The three-year initiative to revitalize Maine's organic dairy industry comes on the heels of the sudden folding in mid-May of Falmouth-based Maine's Own Organic Milk, which had been the retail seller of milk from 12 Maine organic dairy farms. Stonyfield yogurt facility in Londonderry stepped in with a temporary wholesale agreement to purchase all of the farmers' milk for up to three months, and is working with Organic Valley and Oakhurst Dairy to help MOO Milk's member farmers gain long-term contacts for their milk supply.
Maine Farm Bureau, a nonprofit organization, also has created an emergency relief fund to help the affected farmers, who are exploring options for resurrecting the MOO Milk brand.

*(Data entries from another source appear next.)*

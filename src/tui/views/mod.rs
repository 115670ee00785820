//! The views and the seam for new ones: a view is one file implementing [`View`] plus one
//! line in [`all`] (and one `ViewId` variant if it has keys of its own in the key map).
//! Later views (lines and restart, pumps, tanks, findings) plug in here.

mod curve;
mod curve_panel;
mod journal;
mod readings;
mod readings_draw;
mod readings_form;
mod site;

use super::ctx::Ctx;
use super::keymap::Action;
use super::strings::{caution, views as names};
use crate::journal::Payload;
use ratatui::Frame;
use ratatui::layout::Rect;

pub use curve::CurveView;
pub use journal::JournalView;
pub use readings::ReadingsView;
pub use site::SiteView;

/// Which view; the key map uses it to scope a view's own keys.
#[derive(Debug, Clone, Copy, PartialEq, Eq)]
pub enum ViewId {
    Site,
    Readings,
    Curve,
    Journal,
}

impl ViewId {
    pub fn title(self) -> &'static str {
        match self {
            ViewId::Site => names::SITE,
            ViewId::Readings => names::READINGS,
            ViewId::Curve => names::CURVE,
            ViewId::Journal => names::JOURNAL,
        }
    }

    /// The one-line caution shown under the view.
    pub fn caution(self) -> &'static str {
        match self {
            ViewId::Site => caution::SITE,
            ViewId::Readings => caution::READINGS,
            ViewId::Curve => caution::CURVE,
            ViewId::Journal => caution::JOURNAL,
        }
    }
}

/// A record for the journal, with the line the Journal view shows for it.
#[derive(Debug, Clone, PartialEq)]
pub struct Draft {
    pub equipment: Option<String>,
    pub payload: Payload,
    pub summary: String,
}

/// What a view asks the app to do after handling a key.
#[derive(Debug, Clone, PartialEq)]
pub enum Effect {
    /// A line for the status bar.
    Status(String),
    PickEquipment(String),
    PickProduct(String),
    Journal(Draft),
    Show(ViewId),
}

/// One screen of the UI. Each view owns its own state (cursors, fields, results).
pub trait View {
    fn id(&self) -> ViewId;

    /// React to a key; anything outside the view's own state is returned as effects.
    fn handle(&mut self, action: Action, ctx: &Ctx) -> Vec<Effect>;

    /// The live session state changed (records applied): bring anything derived from it up
    /// to date here, so drawing stays free of computation.
    fn refresh(&mut self, _ctx: &Ctx) {}

    /// Draw from state only: no I/O, no fitting.
    fn render(&self, frame: &mut Frame, area: Rect, ctx: &Ctx);

    /// Whether a field is being typed into (the key map then has editing keys).
    fn editing(&self) -> bool {
        false
    }

    /// Why quitting now would lose something typed, if it would.
    fn unsaved_input(&self) -> Option<&'static str> {
        None
    }
}

/// Every view, in tab order. Adding a view is one line here.
pub fn all(ctx: &Ctx) -> Vec<Box<dyn View>> {
    vec![
        Box::new(SiteView::new(ctx)),
        Box::new(ReadingsView::new(ctx)),
        Box::new(CurveView::new()),
        Box::new(JournalView::default()),
    ]
}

The first farmer trainees are expected to start in 2015 and complete their training in 2016.
Rick Kersbergen, professor for the University of Maine Cooperative Extension's sustainable dairy and forage systems' program, will be on sabbatical at Wolfe's Neck Farm later this year to help support and launch this initiative.
According to Kersbergen, the average age of organic dairy farmers in Maine is 57 and the total number of dairy farms in the state has been in decline for years — from 597 dairies in 1995 to 285 today. In that same period, he said, the number of organic dairies has grown from 1 to 60, but growth in organic dairy has also started to slow, due in part to the economic barriers to entry for new organic dairy farmers.
"Researching and putting into practice the best ways to grow high quality forage and then training organic dairy farmers on those practices is a key to helping those farmers control their costs, improve their products and create a sustainable future for organic dairy here in the Northeast," Kersbergen said in a statement.
Danone Ecosystem Fund, an endowment fund of Stonyfield's parent company, also is a partner in the program.